Мама… «Не отпущу тебя, дочка, от себя, — шептала она ночами. — Не отпущу…» — «А куда я от вас уйду?» Чуть улыбаясь, Ольга склонилась над ведром, чтобы освежиться после сна. Но не коснулась воды, а засмотрелась в темный круг. В его глубине отразилось худое незнакомое лицо. «Гм!.. Неужели это ты, Ольга? И эта зеленая сливка — твой нос? И уши, как маковки, — тоже твои? А глаза? Большие-пребольшие, точно у испуганного зайца. А лица совсем нет, будто груша — сухая-пресухая, обтянутая тоненькой пленкой… Ай! Лучше не буду смотреть!»
Ольга умылась, надела пестренькое платье («Какое широкое!.. Еще одна такая же толстуха влезет!»), надела на ноги белые туфли и, пересиливая слабость, пошла со двора.
Она шла извилистой улочкой, перешагивая через сухие, окаменевшие комья земли; между густым чертополохом едва виднелась дорожка. Села не видно было — одни землянки, словно куры в жару, разбежались по бурьянам, гнездились где-то в тени. Кто-то долго возле кузницы стучал по железу. Неожиданно откуда-то выскочил всадник и понесся навстречу Ольге. Яшка Деркач! Он скакал без седла и еще издали улыбался девушке. Улыбался широко, во весь рот, пламенели рыжие нестриженые волосы, плечи его играли.
— Ольга! Ах, какая ты… Как ниточка… Уже поправилась?

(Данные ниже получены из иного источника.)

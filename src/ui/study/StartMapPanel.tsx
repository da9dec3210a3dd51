import { useShownView } from '../view/use-shown-view';
import { useEffect, useRef, useState } from 'react';
import { cellStart, OUTCOME_KINDS, START_MAP_RESOLUTIONS, type StartMapSpec } from '../../engine';
import { STUDY_CSV, studyCsv, studyRows } from '../../io/study-csv';
import { studyOfKind } from '../../store/app-store';
import { useActions, useApp } from '../app-context';
import { download } from '../export/download';
import { useMainThreadSurface } from '../view/use-surface';
import { mapLegend, mapShade, paintStartMap } from './paint-map';
import { drawMapCells, drawMapMinima } from './start-map-drawing';
import { basinColour, cssColour, OUTCOME_COLOURS } from './study-colours';
import { basinRadiusOf, knownMinima, studyTarget } from './basin-inputs';
import { useStudy, useStudyStore } from './study-context';
import { FigureExport, sizeOf } from '../figure/FigureExport';
import { startMapFigure } from '../figure/views/study-figures';

const SIDE = 320;
const fmt = (v: number) => String(+v.toPrecision(4));

/**
 * Start-point map: the selected run's configuration (or the first run's) started from every cell of
 * the current view, each cell coloured by where its run ended. Clicking a cell opens that run as an
 * ordinary run. The map last started here, or opened from a file, is the workspace's set-up map
 * (saved in the experiment file, with this panel's current number of cells); "Run as set up" runs it
 * exactly as written.
 */
export function StartMapPanel() {
  const study = useStudyStore();
  const all = useStudy((s) => s);
  // The study store holds one study at a time; this panel shows it only when it is a start-point map.
  const mine = all.spec?.kind === 'start-map';
  const state = mine
    ? { ...all, spec: all.spec as StartMapSpec }
    : { ...all, spec: null, cells: null, status: 'idle' as const, total: 0, done: 0, message: null, known: [], target: null };
  const runs = useApp((s) => s.workspace.runs);
  const selected = useApp((s) => s.selectedRunId);
  const view = useShownView();
  const slice = useApp((s) => s.workspace.slice);
  const surface = useApp((s) => s.workspace.surface);
  const info = useApp((s) => s.surfaceInfo);
  const tolerance = useApp((s) => s.workspace.tolerance);
  const actions = useActions();
  const builtSurface = useMainThreadSurface(state.surface ?? surface);
  const setUp = useApp((s) => studyOfKind(s.workspace.studies, 'start-map'));
  const [resolution, setResolution] = useState(setUp?.resolution ?? 64);
  useEffect(() => {
    if (setUp) setResolution(setUp.resolution);
  }, [setUp]);
  const changeResolution = (r: number) => {
    setResolution(r);
    if (setUp) actions.setStudy({ ...setUp, resolution: r });
  };
  const resolutions = START_MAP_RESOLUTIONS.includes(resolution as never) ? START_MAP_RESOLUTIONS : [...START_MAP_RESOLUTIONS, resolution].sort((x, y) => x - y);
  const canvas = useRef<HTMLCanvasElement>(null);
  const body = useRef<HTMLDivElement>(null);
  const config = runs.find((r) => r.id === selected) ?? runs[0];

  const problem = !config ? 'Add a run first: the map uses its optimizer and stop rules.' : slice.plane ? 'Start-point maps need a slice through two parameters (not a random or principal-direction plane).' : null;

  const start = () => {
    if (!config || problem) return;
    const spec: StartMapSpec = {
      kind: 'start-map', optimizer: config.optimizer, stop: config.settings.stop, seed: config.settings.seed,
      box: { a: [view.a[0], view.a[1]], b: [view.b[0], view.b[1]] }, axes: slice.axes, base: slice.at.slice(), resolution,
    };
    actions.setStudy(spec);
    study.start({ surface, variables: info.variables, spec, configLabel: config.label, known: knownMinima(info.knownPoints), basinRadius: basinRadiusOf(view), target: studyTarget(info.knownPoints, tolerance) });
  };
  const runSetUp = () => {
    if (!setUp) return;
    study.start({ surface, variables: info.variables, spec: setUp, configLabel: 'the set-up map', known: knownMinima(info.knownPoints), basinRadius: basinRadiusOf(setUp.box), target: studyTarget(info.knownPoints, tolerance) });
  };

  useEffect(() => {
    const c = canvas.current;
    const ctx = c?.getContext('2d');
    if (!c || !ctx) return;
    ctx.clearRect(0, 0, c.width, c.height);
    if (!state.cells || !state.spec) return;
    const r = state.spec.resolution;
    const size = { width: c.width, height: c.height };
    drawMapCells(ctx, paintStartMap(state.cells, r, state.spec.stop.maxSteps, state.target !== null), r, size);
    drawMapMinima(ctx, state.known, state.spec.box, state.spec.axes, size);
  }, [state.version, state.cells, state.spec, state.known, state.target]);

  const openCell = (e: React.MouseEvent<HTMLCanvasElement>) => {
    const spec = state.spec;
    if (!spec || !config) return;
    const rect = e.currentTarget.getBoundingClientRect();
    const i = Math.min(spec.resolution - 1, Math.floor(((e.clientX - rect.left) / rect.width) * spec.resolution));
    const j = Math.min(spec.resolution - 1, Math.floor(((rect.bottom - e.clientY) / rect.height) * spec.resolution));
    const startPoint = Array.from(cellStart(spec, i + j * spec.resolution, new Float64Array(spec.base.length)));
    const id = actions.duplicateRun(config.id);
    if (!id) return;
    actions.updateRun(id, { label: `${config.label} from map cell (${i + 1}, ${j + 1})`, settings: { ...config.settings, start: startPoint } });
    actions.selectRun(id);
  };

  const exportCsv = () => {
    const { cells, spec, variables } = state;
    if (!cells || !spec || !builtSurface) return;
    const rows = studyRows(spec, builtSurface, cells, (c) => (cells.basin[c] >= 0 ? state.basinLabels[cells.basin[c]] : null));
    download(`${STUDY_CSV['start-map'].file}.csv`, studyCsv(STUDY_CSV['start-map'].name, variables, rows), 'text/csv');
  };

  const legend = state.cells ? mapLegend(state.cells, state.basinLabels) : [];
  const eta = state.status === 'running' && state.done > 0 ? ((state.total - state.done) * state.elapsedMs) / state.done / 1000 : null;
  const [xName, yName] = [info.variables[slice.axes[0]], info.variables[slice.axes[1]]];
  return (
    <section className="study-panel" aria-label="Start-point map" data-testid="start-map">
      <h2>Start-point map</h2>
      <p className="study-help">
        {config ? `Runs “${config.label}” from the centre of every cell of the current view (${xName} across, ${yName} up)` : 'Runs one configuration from every cell of the current view'}
        {info.variables.length > 2 ? `, other parameters as the slice holds them (a slice of a ${info.variables.length}-parameter surface)` : ''}; each cell is coloured by where its run ended. Click a cell to open its run.
      </p>
      <div className="study-controls">
        <label>
          cells per side{' '}
          <select value={resolution} onChange={(e) => changeResolution(Number(e.target.value))}>
            {resolutions.map((r) => <option key={r} value={r}>{r}</option>)}
          </select>
        </label>
        {state.status === 'running' ? (
          <button type="button" onClick={() => study.cancel()}>Cancel map</button>
        ) : (
          <button type="button" onClick={start} disabled={!!problem}>Map start points</button>
        )}
        {setUp && state.status !== 'running' && (
          <button type="button" onClick={runSetUp} title={setUpText(setUp, info.variables)} data-testid="start-map-run-set-up">Run as set up</button>
        )}
        <button type="button" onClick={exportCsv} disabled={!state.cells || state.done === 0}>Map CSV</button>
        <FigureExport
          name="Start-point map" fileName="fall-line-start-map" disabled={!state.cells || state.done === 0} screenSize={() => sizeOf(body.current)}
          figure={() => state.cells && state.spec ? startMapFigure({ spec: state.spec, cells: state.cells, known: state.known, target: state.target, legend, labels: { a: xName, b: yName }, configLabel: state.configLabel, surfaceLabel: info.label }) : null}
        />
        {state.total > 0 && (
          <span className="study-progress" data-status={state.status}>
            <progress max={state.total} value={state.done} aria-label="Runs done" /> {state.done} / {state.total} runs
            {eta !== null ? `, about ${eta.toFixed(eta < 10 ? 1 : 0)} s left` : ''}
            {state.status === 'done' ? ` in ${(state.elapsedMs / 1000).toFixed(1)} s` : state.status === 'cancelled' ? ' (cancelled)' : ''}
          </span>
        )}
      </div>
      {setUp && <p className="study-help" data-testid="start-map-set-up">Set up (saved with the experiment): {setUpText(setUp, info.variables)}</p>}
      {problem && <p className="field-error">{problem}</p>}
      {state.message && <p className="field-error" role="alert">{state.message}</p>}
      <div className="study-body" ref={body}>
        <figure className="start-map-figure">
        <canvas ref={canvas} width={SIDE} height={SIDE} className="start-map-canvas" data-testid="start-map-canvas" data-version={state.version}
          aria-label={`Start-point map picture, ${state.spec?.resolution ?? 0} by ${state.spec?.resolution ?? 0} cells`} onClick={openCell} />
          {state.spec && (
            <figcaption className="start-map-axes" data-testid="start-map-axes">
              {xName} from {fmt(state.spec.box.a[0])} (left) to {fmt(state.spec.box.a[1])} (right); {yName} from {fmt(state.spec.box.b[0])} (bottom) to {fmt(state.spec.box.b[1])} (top); rings: known minima
            </figcaption>
          )}
        </figure>
        <table className="study-legend" data-testid="start-map-legend">
          <caption data-testid="start-map-shade">Where the runs ended ({mapShade(state.target, state.spec?.stop.maxSteps ?? null)})</caption>
          <thead><tr><th scope="col">colour</th><th scope="col">end</th><th scope="col">starts</th><th scope="col">share</th></tr></thead>
          <tbody>
            {legend.map((row) => (
              <tr key={row.key} data-basin={row.basin} data-outcome={row.kindIndex >= 0 ? OUTCOME_KINDS[row.kindIndex] : undefined}>
                <td><span className="swatch" style={{ background: cssColour(row.basin >= 0 ? basinColour(row.basin) : (OUTCOME_COLOURS[OUTCOME_KINDS[row.kindIndex]] ?? [255, 255, 255])) }} /></td>
                <td>{row.label}</td>
                <td>{row.count}</td>
                <td data-share={row.share}>{(100 * row.share).toFixed(1)}%</td>
              </tr>
            ))}
          </tbody>
        </table>
      </div>
    </section>
  );
}

/** The set-up map in one line: cells, box, optimizer. */
function setUpText(spec: StartMapSpec, variables: readonly string[]): string {
  const [p, q] = spec.axes;
  return `${spec.resolution} × ${spec.resolution} cells, ${variables[p] ?? `#${p}`} from ${fmt(spec.box.a[0])} to ${fmt(spec.box.a[1])}, ${variables[q] ?? `#${q}`} from ${fmt(spec.box.b[0])} to ${fmt(spec.box.b[1])}; ${spec.optimizer.kind} at learning rate ${fmt(spec.optimizer.learningRate)}, at most ${spec.stop.maxSteps} steps`;
}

Ольга подняла вверх голову, сверкнула зубами, и вся она, от белых туфель до легкой косынки, была будто выбеленная, как та вишня, что стоит у дороги, — белая-белая, с цветами на ветках.
— Куда же ты, Оля?
— На почту, Яшенька… В Сасово.
— Садись, подвезу. Сюда и туда слетаем в один миг!
— Что ты, Яшенька, боюсь. Голова кружится.
— Я тихонько… Как на крыльях.
Ольга, незаметно прикрыв ладонью рот, улыбнулась, а Яшка похлопал гнедую по спине: мол, сюда вот посажу тебя, девушка, обхвачу руками и понесемся мы не только в Сасово, а куда угодно, хоть на край света. Ольга смущенно опустила глаза, притопнула ногой, стряхивая желтую пыль с туфельки.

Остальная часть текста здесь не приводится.